We often ask, "What is possible in N turns?"  But we restrict ourselves to small N, because it's no fun to reason the details out about larger N.  Even at N=5, while solutions are full of ideas, details become tedious to work out.  But we can make large N interesting too.  In fact, this puzzle is about N approaching infinity.

Let's consider the function f where f(N) is the maximum number of points it's possible to have at the end of turn N, in a game of Solitaire Dominion.  A few tweaks are required to make this interesting:
  • We care about asymptotic lower bounds, rather than exact ones.  After all, it's no fun to reason about exact details for large N, and this makes different bounds more comparable.  (Although in theory we can still get incomparable solutions, in practice we won't.)  You may want to know a bit of math:  http://en.wikipedia.org/wiki/Big_O_notation.  But the intuition is just that solution A is better than solution B if it eventually gets more points than solution B, i.e. it outgrows it in the long run.
  • It's no fun to play an unbounded number of turns with bounded piles.  (Otherwise, the best solution obviously uses some combination of Monument, Goons/Ambassador, and Bishop/Graverobber/Rogue, and the function is linear and annoying to work out details for.)  Thus let's say each Kingdom pile has infinitely many copies of each card.  (Unfortunately, the Black Market deck only makes sense being finite.)  I'll call this game Asymptotic Dominion. 
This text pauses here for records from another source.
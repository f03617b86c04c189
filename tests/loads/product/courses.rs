//! Courses: required thickness, stress and remaining life, as `assess` and `rerate` give them.

use super::file::Tank;
use strake_oracle::cases::{Reason, Row};
use strake_oracle::liquid::Liquid;

const UNREAD: Reason = "inputs not understood";

/// A tank with one course whose plate is known.
struct Course<'a> {
    diameter_m: f64,
    design_point: &'a str,
    rule: Option<&'a str>,
    plate: Plate,
    rate_m_per_year: Option<f64>,
}

#[derive(Clone, Copy)]
struct Plate {
    thickness_m: f64,
    stress_pa: f64,
    joint_efficiency: f64,
}

impl Course<'_> {
    fn tank(&self, liquid: &Liquid) -> Tank {
        let height_m = liquid.surface_m().max(1.0);
        let Plate { thickness_m, stress_pa, joint_efficiency } = self.plate;
        let rule = self.rule.map_or(String::new(), |rule| format!("rule = \"{rule}\"\n"));
        let rate = self.rate_m_per_year.map_or(String::new(), |rate| {
            format!("corrosion_rate = \"{:?} mm/year\"\n", 1e3 * rate)
        });
        let rest = format!(
            "[[course]]\nname = \"course\"\nbottom = \"0 m\"\nheight = \"{height_m:?} m\"\n\
             design_point = \"{}\"\n{rule}{rate}capacity = [{{ plate = {{ \
             thickness = \"{thickness_m:?} m\", corrosion_allowance = \"0 mm\", \
             allowable_stress = \"{stress_pa:?} Pa\", joint_efficiency = {joint_efficiency:?} \
             }}, basis = \"drawing\" }}]\n",
            self.design_point
        );
        let vessel = format!(
            "cylinder = {{ diameter = \"{:?} m\", height = \"{height_m:?} m\" }}",
            self.diameter_m
        );
        Tank { vessel, ..Tank::of(liquid, rest) }
    }
}

/// Rows that name a rule.
pub(super) fn rule(row: &Row) -> Result<f64, Reason> {
    match row.get("rule") {
        Some("API653_4.3.3.1") if row.is("quantity", "t_min") => required(row),
        Some("API653_4.3.3.1" | "API650_5.6.2") => {
            Err("allowable stresses are stated by the engineer, not worked out")
        }
        Some("thin_hoop") => hoop(row),
        _ => Err(UNREAD),
    }
}

/// Thickness by the one-foot method with the floor of the rule; the arithmetic is exact, the
/// rule's constant is 0.05 % below.
fn required(row: &Row) -> Result<f64, Reason> {
    let number = |key: &str| row.number(key).ok_or(UNREAD);
    let plate =
        Plate { thickness_m: 0.02, stress_pa: number("S_Pa")?, joint_efficiency: number("E")? };
    let course = Course {
        diameter_m: number("D_m")?,
        design_point: "1 ft",
        rule: Some("API 653 4.3.3.1"),
        plate,
        rate_m_per_year: None,
    };
    let tank = course.tank(&Liquid::uniform(1000.0 * number("G")?, number("H_m")?));
    let document = tank.rerated();
    let thickness = document.parts.first().and_then(|part| part.thickness.as_ref());
    thickness.map(|one| one.new.required_m).ok_or("no thickness is given")
}

/// Thin hoop: the thickness for a state, and the stress as the share of an allowable one.
fn hoop(row: &Row) -> Result<f64, Reason> {
    let number = |key: &str| row.number(key).ok_or(UNREAD);
    let liquid = if let Some(gas_pa) = row.number("p_Pa") {
        Liquid::uniform(1000.0, 0.0).with_gas(gas_pa)
    } else {
        let level_m = number("head_m")?;
        let gravity_m_s2 = Liquid::uniform(1000.0, level_m).gravity_m_s2;
        Liquid::uniform(number("gamma_N_m3")? / gravity_m_s2, level_m)
    };
    let stress_pa = row.number("S_Pa").unwrap_or(100e6);
    let thickness_m = row.number("t_m").unwrap_or(0.02);
    let course = Course {
        diameter_m: number("D_m")?,
        design_point: "0 m",
        rule: None,
        plate: Plate { thickness_m, stress_pa, joint_efficiency: 1.0 },
        rate_m_per_year: None,
    };
    let sheet = course.tank(&liquid).sheet();
    let judged = &sheet.parts.first().ok_or("no part")?.judgement;
    match row.quantity() {
        "t" => judged.thickness_for_state_m.ok_or("no thickness is given"),
        "sigma" => {
            let share = judged.utilisation.ok_or("no utilisation is given")?;
            Ok(f64::from(share) * stress_pa)
        }
        _ => Err(UNREAD),
    }
}

/// Remaining life; the required thickness comes from a gas pressure that asks for it.
pub(super) fn life(row: &Row) -> Result<f64, Reason> {
    const STRESS_PA: f64 = 100e6;
    match row.quantity() {
        "remaining_life" => {}
        "months" => return Err("a life is given in years, and as a date"),
        _ => return Err("the rate is stated by the engineer, not worked out of two surveys"),
    }
    let rate_m_per_year = row.number("rate_m_per_yr").or_else(|| row.number("rate_m_per_year"));
    let spare = row.number("t_margin_m");
    let now_m = row.number("t_actual_m").or(spare.map(|spare| spare + 0.005)).ok_or(UNREAD)?;
    let required_m = row.number("t_required_m").or(spare.map(|_| 0.005)).ok_or(UNREAD)?;
    let diameter_m = 2.0;
    let gas_pa = required_m * STRESS_PA / (0.5 * diameter_m);
    let course = Course {
        diameter_m,
        design_point: "0 m",
        rule: None,
        plate: Plate { thickness_m: now_m, stress_pa: STRESS_PA, joint_efficiency: 1.0 },
        rate_m_per_year: Some(rate_m_per_year.ok_or(UNREAD)?),
    };
    let document = course.tank(&Liquid::uniform(1000.0, 0.0).with_gas(gas_pa)).rerated();
    let thickness = document.parts.first().and_then(|part| part.thickness.as_ref());
    let life = thickness.and_then(|one| one.new.remaining_life.as_ref());
    life.and_then(|life| life.to_retirement_years).ok_or("no life is given")
}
  • Lastly, while we're breaking the rules of the game, why limit to 10 piles?  This is a constraint which often gets in the way of interesting ideas.  Let's instead consider the puzzle for entire sets of expansions.
Thus, in Asymptotic Dominion, what is the best lower bound you can prove for f(N), where the set of cards is:
  • Base set
  • Base set + Intrigue + Seaside
  • Base set + Intrigue + Seaside + Alchemy, no Possession
  • Base set + Intrigue + Seaside + Alchemy + Prosperity, no Possession
  • All cards, no Possession or King's Court (Possession isn't in the Black Market deck either.)
Hints: 
  • Even with base set only, it's possible to do far better than Omega(N^2), or even Omega(N^1000).  Some intuition, for all the non-mathematicians:  A "Golden deck" gets only Omega(N), since it gets a fixed number of points per turn.  A deck that Islands a Gardens every few turns gets Omega(N^2) points, since you'll have Omega(N) Gardens and Omega(N) cards. 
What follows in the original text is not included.